How to complete this task.
Scan the material for the word "dtype", and copy each line where it shows up.

Record set.
def checked_variance(variance: np.ndarray, sill: float, *, unresolved_allowed: bool = False,
                     system: str = "the covariance matrix") -> np.ndarray:
    """Kriging variances with round-off below zero set to 0; clearly negative ones refused.

    A variance below ``-NEGATIVE_VARIANCE_TOLERANCE * sill`` cannot come from
    round-off in a well-posed system, so it raises instead of being hidden.

    Parameters
    ----------
    variance : ndarray
        Kriging error variances (u2); not modified.
    sill : float
        Total sill of the covariance model (u2), the scale of the tolerance.
    unresolved_allowed : bool
        True keeps NaN (a target left unresolved, as in local kriging);
        False refuses any non-finite variance.
    system : str
        What was solved, for the message (e.g. "some neighbourhood system").

    Returns
    -------
    ndarray
        A new array, ``max(variance, 0)`` (NaN kept when allowed).

    Raises
    ------
    FieldcastError
        For a clearly negative variance, or a non-finite one when not allowed.
    """
    variance = np.asarray(variance, dtype=float)
    if not unresolved_allowed and not np.all(np.isfinite(variance)):
        raise FieldcastError("Kriging produced non-finite variances; check the model file's nugget, partial sills "
                             "and ranges, or refit it with 'Fit covariance model'.")
    lowest = float(np.nanmin(variance, initial=0.0))
    if lowest < -NEGATIVE_VARIANCE_TOLERANCE * sill:
        raise FieldcastError(
            f"Kriging variance came out clearly negative ({lowest:.3g} with sill {sill:.3g}): {system} is too "
            "close to singular for reliable results. " + CONDITION_ADVICE
        )
    return np.where(variance < 0.0, 0.0, variance)


def cholesky_factor(matrix: np.ndarray, what: str, remedy: str, warnings: list[str] | None = None) -> np.ndarray:
    """Lower Cholesky factor of a symmetric (k, k) matrix, refusing numerically singular ones.

    The rule of :mod:`..linalg.condition_policy` applies to the dpocon
    reciprocal condition estimate: below ``k * UNIT_ROUNDOFF`` the matrix
    cannot be told apart from a singular one and FieldcastError is raised
    (message ``what`` + ``remedy``); below the warning level the factor is
    returned and, when ``warnings`` is given, a warning naming the condition
    estimate and what to change is appended to it.
    """
    try:
        factor = linalg.cholesky(matrix, lower=True, check_finite=False)
    except linalg.LinAlgError:
        raise FieldcastError(f"The {what} is not positive definite. {remedy}") from None
    estimate = reciprocal_condition(matrix, factor)
    if not usable(estimate, len(matrix)):
        raise FieldcastError(
            f"The {what} is numerically singular (reciprocal condition number {estimate:.1e}). {remedy}"
        )
    message = warning_text(what, estimate)
    if message is not None and warnings is not None:
        warnings.append(message)
    return factor


def target_covariates(covariates0: np.ndarray | None, count: int) -> np.ndarray | None:
    """External-drift values at ``count`` targets as a float array (count, q); None stays None."""
    if covariates0 is None:
        return None
    covariates0 = np.asarray(covariates0, dtype=float)
    if len(covariates0) != count:
        raise FieldcastError(f"Got covariate values for {len(covariates0)} prediction locations but there "
                             f"are {count} locations.")
    return covariates0.reshape(count, -1)
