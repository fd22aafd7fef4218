"""Leave-one-out and k-fold cross-validation of a kriging model in closed form.

For a held-out set ``B`` of samples, kriging from the other samples (with
the trend re-estimated from them) leaves the errors and error covariance
below (Dubrule 1983, *Math. Geol.* 15(6), 687-699, who derives them from
the partitioned inverse of the kriging matrix; one-point and block sets
follow from the same argument)::

    e_B = y_B - prediction_B = (Q_BB)^-1 (Q y)_B
    cov(e_B)                 = (Q_BB)^-1

with ``Q = K^-1`` for a known mean (``y`` replaced by ``y - m``) and
``Q = K^-1 - K^-1 F (F^T K^-1 F)^-1 F^T K^-1`` when the mean or trend is
estimated. ``K`` includes the nugget (and any per-sample measurement-error
variances on its diagonal), so the variance is that of the error in
predicting the observation itself. The partitioned-inverse argument holds
for any positive definite ``K``, so the formulas stay exact with a
heteroscedastic diagonal. Leave-one-out is the case of
one-point sets: ``e_i = (Q y)_i / Q_ii`` and ``var_i = 1 / Q_ii``.

For a log model the errors can also be read in attribute units
(:meth:`CrossValidation.attribute_values`, :meth:`CrossValidation.attribute_summary`):
each prediction is back-transformed to the median of its lognormal predictive
distribution, ``exp(mu) - offset`` (see :mod:`..model.transform`), and set
against the observed value.

Local leave-one-out (:func:`local_leave_one_out`) has no such closed form:
each sample is kriged from its nearest other samples by the batched local
systems of :mod:`.local`.
"""
from __future__ import annotations

import math
from collections.abc import Callable, Sequence
from dataclasses import dataclass

import numpy as np
from scipy import linalg

from ..errors import Cancelled, FieldcastError
from ..linalg.condition_policy import UNIT_ROUNDOFF
from ..model.covariance import CovarianceModel
from ..model.mean import MeanModel
from ..model.transform import Transform
from .global_trend import GlobalTrend
from .kriging import MORE_SAMPLES_ADVICE, KrigingPredictor, cholesky_factor
from .local import LocalKrigingPredictor

NORMAL_95_QUANTILE = 1.959963984540054
"""Two-sided 95 % quantile of the standard normal distribution."""


@dataclass(frozen=True)
class CrossValidation:
    """Per-sample cross-validation results, all arrays of shape (n,).

    Attributes
    ----------
    observed : ndarray
        Sample values (modelling scale, u).
    predicted : ndarray
        Prediction of each sample from the samples outside its fold (u).
    variance : ndarray
        Prediction-error variance of the observation, nugget included (u2).
    residual : ndarray
        ``observed - predicted`` (u).
    standardized : ndarray
        ``residual / sqrt(variance)`` (dimensionless; ideally standard normal).
    fold : ndarray of int
        Fold number of each sample (its own index for leave-one-out).
    """

    observed: np.ndarray
    predicted: np.ndarray
    variance: np.ndarray
    residual: np.ndarray
    standardized: np.ndarray
    fold: np.ndarray

    @property
    def resolved_rows(self) -> np.ndarray:
        """Boolean mask (n,) of the samples that got a prediction (finite prediction and variance).

        Local leave-one-out leaves NaN for samples with too few neighbours; the
        global schemes resolve every sample.
        """
        return np.isfinite(self.predicted) & np.isfinite(self.variance)

    def resolved(self) -> CrossValidation:
        """The results of the samples of :attr:`resolved_rows` only, in their order."""
        rows = self.resolved_rows
        return CrossValidation(**{name: getattr(self, name)[rows] for name in
                                  ("observed", "predicted", "variance", "residual", "standardized", "fold")})

    def summary(self) -> dict:
        """Summary statistics over the resolved samples (see :meth:`resolved`), as plain floats.

        ``ME`` mean residual (u), ``RMSE`` root mean squared residual (u),
        ``MSDR`` mean squared standardised residual (about 1 when the
        variances are right), ``COVERAGE95`` share of samples with
        ``|standardized| <= 1.959964`` (about 0.95 under normal errors), ``n``
        the number of resolved samples they are computed from (NaN
        statistics when it is 0).
        """
        rows = self.resolved()
        if not len(rows.residual):
            return {"ME": math.nan, "RMSE": math.nan, "MSDR": math.nan, "COVERAGE95": math.nan, "n": 0}
        return {
            "ME": float(np.mean(rows.residual)),
            "RMSE": float(np.sqrt(np.mean(rows.residual**2))),
            "MSDR": float(np.mean(rows.standardized**2)),
            "COVERAGE95": float(np.mean(np.abs(rows.standardized) <= NORMAL_95_QUANTILE)),
            "n": len(rows.residual),
        }

    def attribute_values(self, transform: Transform) -> tuple[np.ndarray, np.ndarray]:
        """Observed values and predictions (n,) in attribute units.

        Both go through :meth:`..model.transform.Transform.back_median`: for a log model the
        prediction becomes ``exp(mu) - offset``, the median of its lognormal predictive distribution,
        and the observation its value again (for samples merged at one place, the geometric mean
        of their values plus offset, minus the offset); without a transform both are unchanged.
        """
        return transform.back_median(self.observed), transform.back_median(self.predicted)

    def sample_columns(self, transform: Transform) -> list[np.ndarray]:
        """The per-sample columns of the cross-validation layer, each (n,), in this order.

        Observed, predicted, standard error ``sqrt(variance)``, residual and standardized residual (modelling
        scale); for a transformed model also observed, predicted and ``observed - predicted`` in attribute units
        (:meth:`attribute_values`).
        """
        columns = [self.observed, self.predicted, np.sqrt(self.variance), self.residual, self.standardized]
        if transform.kind != "none":
            observed, predicted = self.attribute_values(transform)
            columns += [observed, predicted, observed - predicted]
        return columns

    def attribute_summary(self, transform: Transform) -> dict:
        """``ME_ATTRIBUTE`` and ``RMSE_ATTRIBUTE``: mean and root mean squared ``observed - predicted`` in
        attribute units (:meth:`attribute_values`) over the resolved samples; NaN when none is resolved.

        For a log model the median back-transform is not unbiased, so ``ME_ATTRIBUTE`` is typically
        positive even for a sound model (the lognormal mean exceeds its median).
        """
        observed, predicted = self.resolved().attribute_values(transform)
        if not len(observed):
            return {"ME_ATTRIBUTE": math.nan, "RMSE_ATTRIBUTE": math.nan}
        error = observed - predicted
        return {"ME_ATTRIBUTE": float(np.mean(error)), "RMSE_ATTRIBUTE": float(np.sqrt(np.mean(error**2)))}


def _result(values: np.ndarray, residual: np.ndarray, variance: np.ndarray,
            fold: np.ndarray) -> CrossValidation:
    """Assemble a :class:`CrossValidation` from observations, errors and error variances."""
    observed = np.array(values, dtype=float)
    return CrossValidation(observed=observed, predicted=observed - residual, variance=variance,
                           residual=residual, standardized=residual / np.sqrt(variance), fold=fold)


def leave_one_out(xy: np.ndarray, values: np.ndarray, covariance: CovarianceModel, mean: MeanModel,
                  covariates: np.ndarray | None = None, error_variance: np.ndarray | None = None) -> CrossValidation:
    """Leave-one-out cross-validation in closed form (Dubrule 1983).

    Each sample is predicted by kriging from all the others with the same
    covariance model, the trend coefficients re-estimated without it.
    Needs more samples than the mean model has terms plus one.
    ``error_variance`` (n,) are per-sample measurement-error variances (u2, on the diagonal of ``K``).
    """
    predictor = KrigingPredictor(xy, values, covariance, mean, covariates, error_variance)
    if predictor.n <= mean.n_terms + 1:
        raise FieldcastError(
            f"Leave-one-out with a {mean.kind} mean needs at least {mean.n_terms + 2} samples; "
            f"got {predictor.n}. {MORE_SAMPLES_ADVICE}"
        )
    precision, precision_values = predictor.projected_precision()
    diagonal = np.diag(precision).copy()
    if not diagonal.min() > len(diagonal) * UNIT_ROUNDOFF * diagonal.max():
        raise FieldcastError(
            f"Leaving out sample {int(np.argmin(diagonal))} leaves the {mean.kind} mean impossible to "
            "estimate from the others; refit the model with a simpler TREND."
        )
    return _result(values, precision_values / diagonal, 1.0 / diagonal, np.arange(predictor.n))


def local_leave_one_out(xy: np.ndarray, values: np.ndarray, covariance: CovarianceModel, mean: MeanModel, *,
                        neighbours: int, search_radius: float | None = None, covariates: np.ndarray | None = None,
                        error_variance: np.ndarray | None = None, progress: Callable[[float], None] | None = None,
                        should_stop: Callable[[], bool] | None = None, trend: GlobalTrend | None = None,
                        sectors: int = 1) -> CrossValidation:
    """Leave-one-out cross-validation with local kriging from each sample's nearest other samples.

    Each sample is predicted as by :class:`.neighbourhood.LocalKrigingPredictor`
    (same arguments) from its ``neighbours`` nearest other samples within
    ``search_radius``, the trend re-estimated from them (or, given ``trend`` and ``sectors``, the residuals of
    that global trend kriged from neighbours spread over sectors); the variance is that
    of the error in predicting the observation (nugget included), as for
    :func:`leave_one_out`. With ``neighbours >= n - 1`` this is global
    leave-one-out. Samples with fewer than ``mean.n_terms + 1`` other samples
    in range (or a singular local system) get NaN prediction, residual and
    variance; :meth:`CrossValidation.summary` leaves them out and
    :meth:`CrossValidation.resolved` drops them.

    Raises
    ------
    FieldcastError
        For fewer than ``mean.n_terms + 2`` samples, or the arguments refused by
        :class:`.neighbourhood.LocalKrigingPredictor`.
    """
    predictor = LocalKrigingPredictor(xy, values, covariance, mean, neighbours=neighbours,
                                      search_radius=search_radius, covariates=covariates,
                                      error_variance=error_variance, trend=trend, sectors=sectors)
    if predictor.n <= predictor.minimum_neighbours:
        raise FieldcastError(
            f"Leave-one-out with a {mean.kind} mean needs at least {predictor.minimum_neighbours + 1} samples; "
            f"got {predictor.n}. {MORE_SAMPLES_ADVICE}"
        )
    predicted, variance = predictor.leave_one_out(progress=progress, should_stop=should_stop)
    return _result(values, np.asarray(values, dtype=float) - predicted, variance, np.arange(predictor.n))


def random_folds(n: int, k: int, seed: int) -> np.ndarray:
    """Fold number (0..k-1) for each of ``n`` samples: a seeded shuffle dealt out in turn.

    Fold sizes differ by at most one; the same ``seed`` gives the same folds.
    """
    if not 2 <= k <= n:
        raise FieldcastError(
            f"The number of folds must be between 2 and the number of samples ({n}); got {k}."
        )
    order = np.random.default_rng(seed).permutation(n)
    fold = np.empty(n, dtype=int)
    fold[order] = np.arange(n) % k
    return fold


def k_fold(xy: np.ndarray, values: np.ndarray, covariance: CovarianceModel, mean: MeanModel, *, k: int = 10,
           seed: int = 0, covariates: np.ndarray | None = None) -> CrossValidation:
    """K-fold cross-validation in closed form over seeded random folds.

    Every fold is predicted by kriging from the samples in the other folds
    (trend re-estimated from them): ``e_B = (Q_BB)^-1 (Q y)_B`` and the
    per-sample variance is the diagonal of ``(Q_BB)^-1``.
    """
    predictor = KrigingPredictor(xy, values, covariance, mean, covariates)
    fold = random_folds(predictor.n, int(k), seed)
    precision, precision_values = predictor.projected_precision()
    residual = np.empty(predictor.n)
    variance = np.empty(predictor.n)
    for number in range(int(k)):
        members = np.flatnonzero(fold == number)
        factor = (cholesky_factor(
            precision[np.ix_(members, members)], f"precision matrix of fold {number}",
            f"The samples outside this fold cannot estimate the {mean.kind} mean; use more folds or refit the "
            "model with a simpler TREND."), True)
        residual[members] = linalg.cho_solve(factor, precision_values[members], check_finite=False)
        variance[members] = np.diag(linalg.cho_solve(factor, np.eye(len(members)), check_finite=False))
    return _result(values, residual, variance, fold)


def candidate_rmse(xy: np.ndarray, values: np.ndarray, candidates: Sequence[CovarianceModel], mean: MeanModel, *,
                   covariates: np.ndarray | None = None, progress: Callable[[float], None] | None = None,
                   should_stop: Callable[[], bool] | None = None,
                   error_variance: np.ndarray | None = None) -> list[float]:
    """Leave-one-out RMSE (modelling units) of each candidate covariance model under the same mean kind.

    Used by the fit report to set the candidates' AIC beside how well each predicts held-out samples.
    ``covariates`` are the mean model's covariate columns at the samples, when it names any; ``error_variance``
    the samples' measurement-error variances, when the fit used them.

    Raises
    ------
    Cancelled
        When ``should_stop()`` turns True (asked before each candidate).
    """
    rmse = []
    for index, covariance in enumerate(candidates):
        if should_stop is not None and should_stop():
            raise Cancelled("Cancelled while cross-validating the candidate models.")
        rmse.append(leave_one_out(xy, values, covariance, mean, covariates, error_variance).summary()["RMSE"])
        if progress is not None:
            progress((index + 1) / len(candidates))
    return rmse
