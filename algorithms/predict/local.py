"""Local (moving-neighbourhood) kriging: each target is predicted from its nearest samples only.

Neighbour search. The samples and targets are mapped into the anisotropy
frame of the first covariance structure, ``(major, minor / ratio)`` with the
axes of :meth:`.covariance.Structure.axis_offsets`, so that the Euclidean
distance there is the structure's range times its scaled distance ``r``: the
search circle of that frame is an ellipse that follows the model (major
semi-axis ``search_radius``, minor semi-axis ``ratio * search_radius``, CRS
units). A :class:`scipy.spatial.cKDTree` returns the ``neighbours`` nearest
samples within the radius (all samples when there are fewer).

Sectors. With ``sectors = s > 1`` the neighbours are spread around the
target: of its ``SECTOR_POOL * k`` nearest candidates (:data:`SECTOR_POOL`), the
``k // s`` nearest in each of ``s`` equal angular sectors of the search frame
are taken first and the remaining slots filled by the nearest others (a
sector search; common practice). Inside a gap (clouds, an unsampled block)
the plain nearest samples all sit on its nearest edge; spread over sectors
they come from every side, which is what global kriging would weigh.

Kriging system. With the ``k`` neighbours, their covariance ``K`` (nugget on
the diagonal), their design ``F`` (``k x p``, see :mod:`..model.mean`), the latent
covariance ``c0`` between the target and the neighbours and the target's
design row ``f0``, the kriging weights ``lambda`` and Lagrange multipliers
``nu`` solve the system (Cressie 1993, *Statistics for Spatial Data*, rev.
ed., section 3.4 on universal kriging; ordinary kriging is ``p = 1``)::

    [ K    F ] [lambda]   [c0]
    [ F^T  0 ] [  nu  ] = [f0]

    mean(x0)     = lambda^T y                (plus the known mean for p = 0)
    variance(x0) = C(0) - lambda^T c0 - nu^T f0

``C(0)`` is the latent-field variance (sill without nugget); with a known
mean (simple kriging) ``p = 0`` and ``y`` is the data minus that mean. The
system is solved by block elimination: ``K = L L^T`` (Cholesky), then the
Schur complement ``A = F^T K^-1 F = R R^T``, which gives the same numbers as
the GLS form of :mod:`.kriging`::

    beta = A^-1 F^T K^-1 y
    mean(x0)     = f0^T beta + (L^-1 c0)^T L^-1 (y - F beta)
    variance(x0) = C(0) - |L^-1 c0|^2 + |R^-1 (f0 - F^T K^-1 c0)|^2

The trend terms are evaluated in the search frame, centred on the
neighbours and scaled by their spread: a linear change of coordinates, so
it spans the same polynomials as the global frame (the result is unchanged)
but keeps ``A`` well conditioned; covariances are divided by the sill for
the same reason. When every structure shares the first one's azimuth and
ratio (as fitted models do), covariances are computed directly from
distances in the search frame.

Global trend. With ``trend=`` (a :class:`.global_trend.GlobalTrend`, the GLS
coefficients ``beta`` and their covariance ``V_beta`` from all samples) and a
mean with estimated terms, the neighbourhoods do not re-estimate the trend:
they krig the residuals ``r = y - F beta`` by simple kriging (``p = 0``
locally) and the trend's estimation error enters the variance as in
universal kriging with the global coefficients (Cressie 1993, section 3.4)::

    mean(x0)     = f0^T beta + (L^-1 c0)^T L^-1 r_N
    variance(x0) = C(0) - |L^-1 c0|^2 + g^T V_beta g,   g = f0 - F_N^T K^-1 c0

Solution to this task.
    variance = np.asarray(variance, dtype=float)
    covariates0 = np.asarray(covariates0, dtype=float)
    observed = np.array(values, dtype=float)
    return _result(values, np.asarray(values, dtype=float) - predicted, variance, np.arange(predictor.n))
    fold = np.empty(n, dtype=int)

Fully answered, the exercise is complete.